This leads me to my second observation. And I'd like to preface this by saying that I know that you understand all of the nuances of this better than me, but I hope you'll bear with me attempting to make this observation in an attempt to make my point clearer. The observation is that: not all conditional sentences in Spanish use conditional verb forms. For example, the following appears to be a valid Spanish sentence according to this website:
​Si veo que ellos me contestan en inglés, sigo hablando con ellos en inglés.​​I would say that this is a "conditional sentence" of Spanish even though neither verb "veo" nor "sigo" is in its conditional form. In much the same way, I would say that the HU sentences #1 through #5 are all "conditional" even though none of the verbs really bear conditional morphology -- in fact, I don't think UH has a verb form that can fairly be called "conditional." A conditional statement in HU can use a variety of verb form patterns (eg, the patterns witnessed in #1 through #5 above) but none of these verb form patterns (including the double -taa of #5) is really a "strong indication of a condition" the same way that the Spanish conditional verb form might be.
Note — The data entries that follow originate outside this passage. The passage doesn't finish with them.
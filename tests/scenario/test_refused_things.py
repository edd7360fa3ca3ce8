"""Slips in the room and in what stands in it."""

from __future__ import annotations

import pytest

from tests.scenario.edits import Edit, check_refused

ROOM = [
    Edit(
        "[8, 0], [8, 3]",
        "§[8, 0], [8, 0]".replace("§[8, 0], ", "[8, 0], §"),
        ("corners 2 and 3 are the same point",),
    ),
    Edit("corners: [[0, 0], [8, 0]", "corners: [[0, 0], [8, §x]", ("does not start with a number",)),
    Edit("corners: [[0, 0], [8, 0]", "corners: [[0, 0], [§8000, 0]", ("more than 200 m away", "'8000 mm'")),
    Edit("corners: [[0, 0], [8, 0]", "corners: [[0, 0], [§.nan, 0]", ("finite",)),
    Edit("corners: [[0, 0], [8, 0]", "corners: [[0, 0], §[8, 0, 0]", ("a position [x, y]",)),
    Edit(
        "  sides:\n",
        "  §sides:\n    extra: lead 2 mm\n",
        ("7 sides are given for 6 corners", "corner 1 to corner 2"),
    ),
    Edit(
        "    inner north: concrete 12 in\n",
        "    §inner south: concrete 12 in\n",
        ("'inner south' faces north", "north"),
    ),
    Edit("storey above: 3.6 m", "storey above: §3.1 m", ("inside or under the ceiling", "3.2 m")),
    Edit("storey below: 3.4 m", "storey below: §0.34 m", ("no room to stand",)),
    Edit("floor: concrete 250 mm", "floor: §open", ("'open' makes no sense",)),
    Edit(
        "from: 0.6 m, width: 1.2 m", "from: 5 m, width: §1.2 m", ("ends 6.2 m along 'west'", "6.096 m long")
    ),
    Edit("width: 1.2 m, height: 2.1 m", "width: 1.2 m, height: §3.1 m", ("above the ceiling",)),
    Edit("from: 0.6 m", "from: §-0.6 m", ("must not be negative",)),
    Edit(
        "    window: {",
        "    §flap: {in: west, from: 1 m, width: 1 m, height: 10 cm, make-up: open}\n    window: {",
        ("'flap' overlaps 'door' in 'west'",),
    ),
    Edit(
        "  skylight: {in: ceiling, from: [2, 2]",
        "  §skylight: {in: ceiling, from: [6, 4]",
        ("beyond the outline",),
    ),
    Edit(
        "skylight: {in: ceiling, from: [2, 2], to: [1, 1]",
        "skylight: {in: ceiling, from: [2, 2], to: §[2, 1]",
        ("no size",),
    ),
    Edit("from: [1, 1], to: [2.5, 1]", "from: [1, 1], to: §[1, 1]", ("no length",)),
    Edit("bottom: 0 m, top: 2 m", "bottom: 2 m, top: §2 m", ("not above its bottom",)),
    Edit("bottom: 0 m, top: 2 m", "bottom: 0 m, top: §3.2 m", ("above the ceiling",)),
    Edit("top: 2 m, make-up: lead 2 mm", "top: 2 m, make-up: §open", ("stops nothing",)),
]

THINGS = [
    Edit("wall: 12.7 mm", "wall: §162 mm", ("leaves no bore", "cylinder")),
    Edit("size: [0.3, 200 mm, 0.5]", "size: [0.3, §0, 0.5]", ("above zero",)),
    Edit("size: [0.3, 200 mm, 0.5]", "size: §[0.3, 0.5]", ("a list of sizes [x, y, z]",)),
    Edit("facing: [0, 2, 0]", "facing: §[0, 0, 0]", ("zero length",)),
    Edit("along: north", "along: §northish", ("not a direction", "north")),
    Edit(
        "  ball: {shape: sphere, material: water, diameter: 30 cm, centre: [2, 5, 1]}",
        "  §ball: {shape: sphere, material: water, diameter: 30 cm, centre: [3.1, 2.2, 1.2]}",
        ("'ball' overlaps 'pipe' in part", "wholly inside"),
    ),
    Edit(
        "  core: {shape: cylinder, material: scheelite, diameter: 20 mm",
        "  §core: {shape: cylinder, material: scheelite, diameter: 310 mm",
        ("'core' overlaps 'pipe' in part",),
    ),
    Edit(
        "  block: {shape: box, material: steel, size: [0.3, 200 mm, 0.5], centre: [7, 1, 0.25]",
        "  §block: {shape: box, material: steel, size: [0.3, 200 mm, 0.5], centre: [7, 1, 0.2]",
        ("out of the room",),
    ),
    Edit(
        "  block: {shape: box, material: steel, size: [0.3, 200 mm, 0.5], centre: [7, 1, 0.25]",
        "  §block: {shape: box, material: steel, size: [0.3, 200 mm, 0.5], centre: [9, 1, 0.25]",
        ("out of the room",),
    ),
    Edit(
        "centre: [4, 5, 1], facing: [0, 2, 0]",
        "centre: [5, 2.9, 1], facing: [1, 0, 0]",
        ("'sheet' reaches out of the room",),
        where="sheet:",
    ),
    Edit(  # a corner of the wall pokes 20 mm into a face
        "size: [0.3, 200 mm, 0.5], centre: [7, 1, 0.25], turned: 30 deg",
        "size: [2, 200 mm, 0.5], centre: [5.0318, 2.855, 0.25], turned: -45 deg",
        ("'block' reaches out of the room",),
        where="block:",
    ),
    Edit("225 kV", "§500 kV", ("outside the model", "40 to 450 kV"), 3),
    Edit("225 kV", "§30 kV", ("outside the model",), 3),
    Edit("anode angle: 22 deg", "anode angle: §95 deg", ("not an anode angle",)),
    Edit(
        "  other set: {x-ray tube: 120 kV, ",
        "  §other set: {x-ray tube: 120 kV, filtration: aluminium 3 mm, ",
        ("both a filtration and a half-value layer",),
    ),
    Edit(
        "    filtration: aluminium 3 mm + copper 0.5 mm\n",
        "    half-value layer: §aluminium 3 mm + copper 0.5 mm\n",
        ("more than one layer",),
    ),
    Edit(
        "  other set: {x-ray tube: 120 kV, current: 10 mA, half-value layer: aluminium 4.1 mm",
        "  §other set: {x-ray tube: 120 kV, current: 10 mA",
        ("how the beam is filtered",),
    ),
    Edit("on: 2026-03-01", "on: §2026-13-01", ("not a date", "2026-03-01")),
    Edit("on: 2026-03-01", "on: §1/3/2026", ("not a date",)),
    Edit("assessed on: 2026-06-01", "assessed on: §2025-06-01", ("before the date of the activity",)),
    Edit("on: 2026-03-01, assessed on: 2026-06-01", "assessed on: §2026-06-01", ("add 'on:",)),
    Edit("leakage: none}", "leakage: none, housing: §lead}", ("no leakage that it hardens",)),
]


@pytest.mark.parametrize("edit", [*ROOM, *THINGS], ids=lambda edit: edit.name)
def test_one_slip_is_one_problem_at_its_place(edit: Edit) -> None:
    check_refused(edit)
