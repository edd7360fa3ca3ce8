"""Makes incoherent.csv, coherent.csv and k-shell.csv from the PyPI package `xraylib`.

Run: python data/make_scattering.py [folder to write to]
"""

from __future__ import annotations

import sys
from collections.abc import Callable
from pathlib import Path

import xraylib
from writing import HERE, write_table

# The abscissae of Hubbell et al. (1975); between them the package interpolates, so only these are taken.
X_NODES = (
    0.005, 0.01, 0.02, 0.03, 0.04, 0.05, 0.06, 0.07, 0.08, 0.09, 0.1, 0.125, 0.15, 0.175, 0.2, 0.25, 0.3, 0.4,
    0.5, 0.6, 0.7, 0.8, 0.9, 1.0, 1.25, 1.5, 2.0, 2.5, 3.0, 3.5, 4.0, 5.0, 6.0, 7.0, 8.0, 10.0, 15.0, 20.0,
    50.0, 80.0, 100.0,
)  # fmt: skip
FIRST_K_SHELL = 40
K_GROUPS = {"ka2": ("KL1", "KL2"), "ka1": ("KL3",), "kb1": ("KM",), "kb2": ("KN", "KO", "KP")}


def header(title: str, columns: str, rule: str, extent: str, source: str, gaps: str) -> dict[str, str]:
    return {
        "title": title,
        "columns": columns,
        "interpolation": rule,
        "range": extent,
        "source": source,
        "obtained": "make_scattering.py, from the package xraylib (PyPI)",
        "licence": "BSD-3-Clause (xraylib); evaluated data in the public domain",
        "version": "1",
        "gaps": gaps,
    }


def by_momentum(function: Callable[[int, float], float]) -> list[tuple[object, ...]]:
    return [(x, *(f"{function(z, x):.5g}" for z in range(1, 93))) for x in X_NODES]


def line_groups(z: int) -> list[str]:
    """Mean energy [keV] and share of each group of K lines; the shares are normalised to 1."""
    lines: dict[str, list[tuple[float, float]]] = {name: [] for name in K_GROUPS}
    for name in dir(xraylib):
        if not (name.startswith("K") and name.endswith("_LINE") and len(name) == 8 and name[1] in "LMNOP"):
            continue
        group = next(g for g, starts in K_GROUPS.items() if name[:3] in starts or name[:2] in starts)
        try:
            lines[group].append(
                (xraylib.LineEnergy(z, getattr(xraylib, name)), xraylib.RadRate(z, getattr(xraylib, name)))
            )
        except ValueError:
            continue
    total = sum(rate for group in lines.values() for _, rate in group)
    cells = []
    for found in lines.values():
        share = sum(rate for _, rate in found)
        mean = sum(energy * rate for energy, rate in found) / share if share else 0.0
        cells += [f"{mean:.3f}", f"{share / total:.4f}"]
    return cells


def main(where: Path = HERE) -> None:
    columns = ("x", *(xraylib.AtomicNumberToSymbol(z) for z in range(1, 93)))
    momentum = "x = sin(theta/2)/wavelength [1/angstrom]; one column per element [1 per atom]"
    hubbell = "Hubbell et al., J. Phys. Chem. Ref. Data 4 (1975) 471, and 6 (1977) 615 (errata)"
    write_table(
        "incoherent.csv",
        header(
            "Incoherent scattering functions S(x, Z)", momentum,
            "log-log; below the first row proportional to x squared; above the last row the last value",
            "x from 0.005 to 100 per angstrom", hubbell, "none",
        ),
        columns, by_momentum(xraylib.SF_Compt), where,
    )  # fmt: skip
    write_table(
        "coherent.csv",
        header(
            "Atomic form factors F(x, Z)", momentum,
            "log-log; below the first row the first value; above the last row its power law is carried on",
            "x from 0.005 to 100 per angstrom", hubbell, "anomalous scattering is left out",
        ),
        columns, by_momentum(xraylib.FF_Rayl), where,
    )  # fmt: skip
    write_table(
        "k-shell.csv",
        header(
            "K-shell fluorescence: yield, mean energy and share of each group of lines",
            "z; yield [1]; energies [keV]; shares [1]",
            "none", "Z from 40 to 92",
            "yields: Krause, J. Phys. Chem. Ref. Data 8 (1979) 307; shares: Scofield (1974); line energies: "
            "Bearden, Rev. Mod. Phys. 39 (1967) 78",
            "elements below Z = 40, whose K lines lie below 16 keV; L lines",
        ),
        ("z", "yield", "ka2_kev", "ka2", "ka1_kev", "ka1", "kb1_kev", "kb1", "kb2_kev", "kb2"),
        [(z, f"{xraylib.FluorYield(z, xraylib.K_SHELL):.4f}", *line_groups(z)) for z in range(FIRST_K_SHELL, 93)],
        where,
    )  # fmt: skip


if __name__ == "__main__":
    main(Path(sys.argv[1]) if len(sys.argv) > 1 else HERE)
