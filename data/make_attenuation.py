"""Makes attenuation.csv and air.csv from the NIST tables as carried by the PyPI package `roentgen`.

Run: python data/make_attenuation.py [folder to write to]
"""

from __future__ import annotations

import sys
from pathlib import Path

import roentgen
from writing import HERE, write_table

LOWEST_KEV, HIGHEST_KEV = 10.0, 3000.0
RAW = Path(roentgen.__file__).parent / "data"


def raw_rows(path: Path) -> list[tuple[str, str, str]]:
    """Energy [keV], mu/rho and mu_en/rho [cm2/g] as printed, 10 keV to 3 MeV, edges kept as twin rows."""
    rows = []
    for line in path.read_text().splitlines():
        if line.startswith("#"):
            continue
        energy, attenuation, absorption = line.split(",")
        kev = float(energy) * 1000
        if LOWEST_KEV <= kev <= HIGHEST_KEV:
            rows.append((f"{kev:.6g}", f"{float(attenuation):.3e}", f"{float(absorption):.3e}"))
    return rows


def header(title: str, gaps: str) -> dict[str, str]:
    return {
        "title": title,
        "columns": "energy_kev [keV]; mu_rho, mu_en_rho [cm2/g]",
        "interpolation": "log-log between rows, never across the twin rows of an edge",
        "range": "10 keV to 3000 keV",
        "source": "Hubbell and Seltzer, NIST Standard Reference Database 126 (NISTIR 5632), tables 3 and 4",
        "obtained": "make_attenuation.py, from the copy of the NIST pages in the package roentgen (PyPI)",
        "licence": "NIST data, public domain in the United States",
        "version": "1",
        "gaps": gaps,
    }


def main(where: Path = HERE) -> None:
    elements = [(z, *row) for z in range(1, 93) for row in raw_rows(RAW / "elements" / f"z{z:02d}.csv")]
    write_table(
        "attenuation.csv",
        header("Photon mass attenuation and mass energy-absorption coefficients of the elements", "none"),
        ("z", "energy_kev", "mu_rho", "mu_en_rho"),
        elements,
        where,
    )
    write_table(
        "air.csv",
        header(
            "Mass attenuation and mass energy-absorption coefficients of dry air",
            "mu_en is used for air kerma: the radiated part (under 0.4 % below 1.5 MeV) is left out",
        ),
        ("energy_kev", "mu_rho", "mu_en_rho"),
        raw_rows(RAW / "compounds_mixtures" / "air.csv"),
        where,
    )


if __name__ == "__main__":
    main(Path(sys.argv[1]) if len(sys.argv) > 1 else HERE)
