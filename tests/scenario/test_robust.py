"""Whatever is written, the answer is a scenario or a foreseen refusal; and importing costs little."""

from __future__ import annotations

import re
import subprocess
import sys

from hypothesis import HealthCheck, given, settings
from hypothesis import strategies as st

from scatterbay.errors import ScenarioError
from scatterbay.scenario import loads
from tests.scenario.edits import BASE

PIECES = re.findall(r"[\w.]+|\s+|.", BASE)
ODD = [
    "",
    "0",
    "-1",
    "1e9",
    ".nan",
    "null",
    "[]",
    "{}",
    "{a: 1}",
    "[1, 2]",
    "true",
    "*a",
    "&a ",
    "!!x ",
    "'",
    '"',
]
ODD += [
    ":",
    ",",
    "[",
    "]",
    "{",
    "}",
    "#",
    "\t",
    "\n",
    "é",
    "٣",
    "%",
    "~",
    "- ",
    "? ",
    "|",
    "lead 2 mm",
    "all round",
]

changes = st.lists(
    st.tuples(st.integers(0, len(PIECES) - 1), st.sampled_from([*ODD, *sorted(set(PIECES))])),
    min_size=1,
    max_size=4,
)


@settings(max_examples=150, deadline=None, suppress_health_check=[HealthCheck.too_slow])
@given(changes)
def test_a_file_with_slips_is_read_or_refused_with_places(slips: list[tuple[int, str]]) -> None:
    pieces = list(PIECES)
    for at, piece in slips:
        pieces[at] = piece
    try:
        loads("".join(pieces))
    except ScenarioError as error:
        problems = error.problems
    else:
        return
    assert problems
    assert all(problem.message and problem.line and problem.column for problem in problems)


@settings(max_examples=50, deadline=None)
@given(st.text(max_size=60))
def test_any_text_at_all(text: str) -> None:
    try:
        loads(text)
    except ScenarioError as error:
        problems = error.problems
    assert problems


def test_importing_the_room_imports_nothing_heavy() -> None:
    code = (
        "import sys, scatterbay.scenario, scatterbay.units\n"
        "heavy = {'pandas', 'scipy', 'numpy', 'pydantic', 'yaml'}\n"
        "print(*{name.split('.')[0] for name in sys.modules} & heavy)"
    )
    run = subprocess.run([sys.executable, "-c", code], capture_output=True, text=True, check=True)
    assert run.stdout.strip() == ""


def test_loading_needs_neither_pandas_nor_scipy() -> None:
    code = (
        "import sys\nfrom scatterbay.scenario import loads\nloads(sys.stdin.read())\n"
        "print(*{name.split('.')[0] for name in sys.modules} & {'pandas', 'scipy'})"
    )
    run = subprocess.run([sys.executable, "-c", code], input=BASE, capture_output=True, text=True, check=True)
    assert run.stdout.strip() == ""
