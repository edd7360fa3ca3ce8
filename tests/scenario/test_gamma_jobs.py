"""Sealed sources stored, travelling, stuck, collimated: what the file gives, and what is refused. Kind: hand-worked."""

from __future__ import annotations

import math

import pytest

from scatterbay.scenario import loads
from scatterbay.scenario.parts import Scenario, SealedSource
from tests.scenario.edits import refusal

TEXT = """
format: 1
title: gamma job
room:
  corners: [[0, 0], [9, 0], [9, 6], [0, 6]]
  height: 4 m
  sides: {south: concrete 500 mm, east: concrete 500 mm, north: concrete 500 mm, west: concrete 500 mm}
  ceiling: concrete 300 mm
  floor: on the ground
sources:
  capsule:
    sealed source: Ir-192
    activity: 3.7 TBq
    on: 2026-03-02
    survey on: 2026-04-20
    exchanged every: 90 d
    rate constant: 0.11 mGy m2/(GBq h)
    container: {at: [1, 1, 0.3], class: M, housing: tungsten}
    travel: {path: [[1, 1, 0.3], [5, 3, 1.3]], speed: 0.6 m/s}
    stuck: {at: [3, 2, 1], for: 20 min}
beams:
  shot: {source: capsule, at: [5, 3, 1.3], aim: down, field: cone 60 deg, collimator: "tungsten alloy, 1/100"}
workload:
  shot: {cycles: 60/week, exposure: 4 min, worst hour: 5 cycles, worst day: 20 cycles, weeks: 46}
people:
  crew: {area: controlled, goals: [6 mSv/year]}
places:
  crank: {at: [-3, 1, 1.2], people: crew}
"""


def source(scenario: Scenario) -> SealedSource:
    (found,) = scenario.sources
    assert isinstance(found, SealedSource)
    return found


def changed(old: str, new: str) -> str:
    assert TEXT.count(old) == 1
    return TEXT.replace(old, new)


def test_a_gamma_job_in_base_units() -> None:
    scenario = loads(TEXT, "job")
    found = source(scenario)
    assert found.exchange_days == pytest.approx(90.0)
    assert found.survey_date == "2026-04-20"
    assert found.rate_constant is not None
    assert found.rate_constant.value == pytest.approx(0.11e-3 / 1e9 / 3600.0)
    assert found.travel is not None
    assert found.travel.speed.value == pytest.approx(0.6)
    assert found.travel.path == ((1.0, 1.0, 0.3), (5.0, 3.0, 1.3))
    assert found.stuck is not None
    assert found.stuck.duration.value == pytest.approx(1200.0)
    (load,) = scenario.workloads
    assert (load.seconds_per_week, load.seconds_in_worst_hour, load.seconds_in_worst_day) == pytest.approx(
        (14400.0, 1200.0, 4800.0)
    )
    assert load.cycles == pytest.approx((60.0, 5.0, 20.0))
    (beam,) = scenario.beams
    assert beam.collimator is not None
    assert beam.collimator.material == "tungsten alloy"
    assert beam.collimator.transmission == pytest.approx(0.01)


def test_a_class_counts_from_the_surface_and_says_so() -> None:
    """Class M: 0.05 mSv/h at 1 m from the surface (ISO 3999, recalled); 0.2 m under it: 0.05 x 1.2^2 at 1 m."""
    scenario = loads(TEXT, "job")
    box = source(scenario).container
    assert box is not None
    assert box.rate.value * 3600.0 == pytest.approx(0.05e-3 * 1.44)
    assert box.seconds_per_week == pytest.approx(168 * 3600.0)
    assert any("0.2 m under the surface" in a.text for a in scenario.assumptions)
    assert any("168 h" in a.text for a in scenario.assumptions)


def test_a_certified_container_counts_as_certified() -> None:
    scenario = loads(
        changed("class: M, housing: tungsten", "leakage: 8 uSv/h at 1 m, kept: 40 h/week"), "job"
    )
    box = source(scenario).container
    assert box is not None
    assert box.rate.value * 3600.0 == pytest.approx(8e-6)
    assert box.seconds_per_week == pytest.approx(40 * 3600.0)
    assert box.housing == "lead"
    assert any("hardened by lead" in a.text for a in scenario.assumptions)


@pytest.mark.parametrize(
    ("text", "material", "transmission", "thickness"),
    [
        ("1/200", "tungsten", 1 / 200, None),
        ("tungsten 20 mm", "tungsten", None, 0.02),
        ('"lead, 2 %"', "lead", 0.02, None),
    ],
)
def test_collimators(text: str, material: str, transmission: float | None, thickness: float | None) -> None:
    found = loads(changed('"tungsten alloy, 1/100"', text), "job").beams[0].collimator
    assert found is not None
    assert found.material == material
    assert (found.transmission or 0.0) == pytest.approx(transmission or 0.0)
    assert (found.thickness.value if found.thickness else None) == thickness


def test_a_panoramic_field_is_a_band() -> None:
    field = loads(changed("cone 60 deg", "panoramic 40 deg"), "job").beams[0].field
    assert field.kind == "ring"
    assert field.half_angle == pytest.approx(math.radians(20.0))


REFUSED = [
    ("survey on: 2026-04-20", "survey on: 2026-01-01", "comes after it"),
    ("    on: 2026-03-02\n", "", "a survey needs the date"),
    ("exchanged every: 90 d", "exchanged every: 90 mm", "90 mm"),
    ("rate constant: 0.11 mGy m2/(GBq h)", "rate constant: 0.11 mGy/h", "rate constant"),
    ("exchanged every: 90 d", "certificate: 400 mGy/h at 1 m", "both a rate constant and a certified output"),
    ("class: M, ", "", "nothing says how much the container leaks"),
    ("class: M, ", "class: M, leakage: 8 uSv/h at 1 m, ", "both a leakage and a class"),
    ("class: M, ", "class: Q, ", "'Q'"),
    ("housing: tungsten}", "housing: tungsten, kept: 169 h/week}", "168 h"),
    ("at: [1, 1, 0.3], class", "at: [5, 6.2, 0.3], class", "inside the wall"),
    ("path: [[1, 1, 0.3], [5, 3, 1.3]]", "path: [[2, 1, 0.3], [5, 3, 1.3]]", "from the container"),
    (
        "path: [[1, 1, 0.3], [5, 3, 1.3]]",
        "path: [[1, 1, 0.3], [5, 4, 1.3]]",
        "where 'shot' exposes the source",
    ),
    ("path: [[1, 1, 0.3], [5, 3, 1.3]]", "path: [[1, 1, 0.3]]", "two points or more"),
    ("path: [[1, 1, 0.3], [5, 3, 1.3]]", "path: [[1, 1, 0.3], [1, 1, 0.3], [5, 3, 1.3]]", "are the same"),
    ("    container: {at: [1, 1, 0.3], class: M, housing: tungsten}\n", "", "a way starts at a container"),
    ("speed: 0.6 m/s", "speed: 0.6 m", "speed"),
    ("speed: 0.6 m/s", "speed: 0 m/s", "above zero"),
    ('"tungsten alloy, 1/100"', "1.5", "transmission above 0 and below 1"),
    ('"tungsten alloy, 1/100"', '"tungstn, 1/100"', "tungsten"),
    ("aim: down, field: cone 60 deg", "field: all round", "leaves nothing for it to stop"),
    ("cone 60 deg", "panoramic 200 deg", "below 180 deg"),
    ("cycles: 60/week, exposure: 4 min", "cycles: 60/week", "'exposure' is missing"),
    ("cycles: 60/week, exposure: 4 min", "beam on: 4 h/week", "its cycles must be known"),
    ("cycles: 60/week, exposure: 4 min", "cycles: 60/week, beam on: 4 h/week, exposure: 4 min", "are given"),
    ("cycles: 60/week", "cycles: 60", "not a number per week"),
    ("worst hour: 5 cycles", "worst hour: 20 min", "not stated like 'cycles'"),
    ("worst hour: 5 cycles", "worst hour: 20 cycles", "of beam in an hour"),
    ("worst day: 20 cycles", "worst day: 4 cycles", "less than in the worst hour"),
    ("cycles: 60/week, exposure: 4 min", "patients: 60/week, per patient: 2 mA min", "of X-ray tubes"),
    ("stuck: {at: [3, 2, 1], for: 20 min}", "stuck: {at: [3, 2, 1]}", "'for' is missing"),
]


@pytest.mark.parametrize(("old", "new", "said"), REFUSED)
def test_refused(old: str, new: str, said: str) -> None:
    error = refusal(changed(old, new))
    assert said in error.render(), error.render()
    assert all(problem.line for problem in error.problems)
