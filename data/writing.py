"""Shared by the scripts that make the tables: writes a CSV with the header the reader checks."""

from __future__ import annotations

import csv
from collections.abc import Iterable, Sequence
from pathlib import Path

HERE = Path(__file__).parent


def write_table(
    name: str,
    header: dict[str, str],
    columns: Sequence[str],
    rows: Iterable[Sequence[object]],
    where: Path = HERE,
) -> None:
    """Write ``name`` with ``# key: value`` lines, the column names, and the rows."""
    with (where / name).open("w", encoding="utf-8", newline="") as out:
        for key, value in header.items():
            out.write(f"# {key}: {value}\n")
        writer = csv.writer(out, lineterminator="\n")
        writer.writerow(columns)
        writer.writerows(rows)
The thing that makes a UH sentence conditional is just the presence of words like _to_, _agar_, etc.

UH is not alone in this regard, and there is a lot of cross-linguistic variety in the ways that verbal morphology interacts with conditional sentences:

* Some languages have a verb form that is characteristic of the consequent in a conditional sentence (eg, Spanish, French)
* Some languages have a verb form that is characteristic of the antecedent in a conditional sentence (eg, Turkish, Azerbaijani)
* Some languages have a verb form that is characteristic of both the antecedent and the consequent of a conditional sentence (eg, Hungarian, Finnish)
* Some languages have multiple verb forms that are characteristic of conditional sentences (eg, Hazda, and it is not clear from Wikipedia whether Hazda's multiple verb forms are used in antecedents or consequents or both), and
* Some languages have no dedicated verb form form that is characteristic of conditionals (eg, Latin (or here for more details), Ancient Greek, -- and, I would argue, HU).


----------



## MonsieurGonzalito

First of all, thank you for taking the time to write that exhaustive answer, @aevynn jii.

The basic problem with this communication is that we do not agree on a basic vocabulary and set of premises about what constitutes a conditional clause. For what  I surmise from your answers, you are ready to call a "conditional clause" pretty much anything that shows some temporal or causal concatenation. My definition is much more restrictive, and basically stops at the three typologies you link from Wikipedia. I also happen to think (granted, in a totally intuitive way) that these categories are universal, because they describe mental scenarios that are valid  to as as humans, independently of language.

So, if we don't agree on what conditional phrases are, it is pointless to discuss to what degree some speech elements are stronger markers than others, to denote them.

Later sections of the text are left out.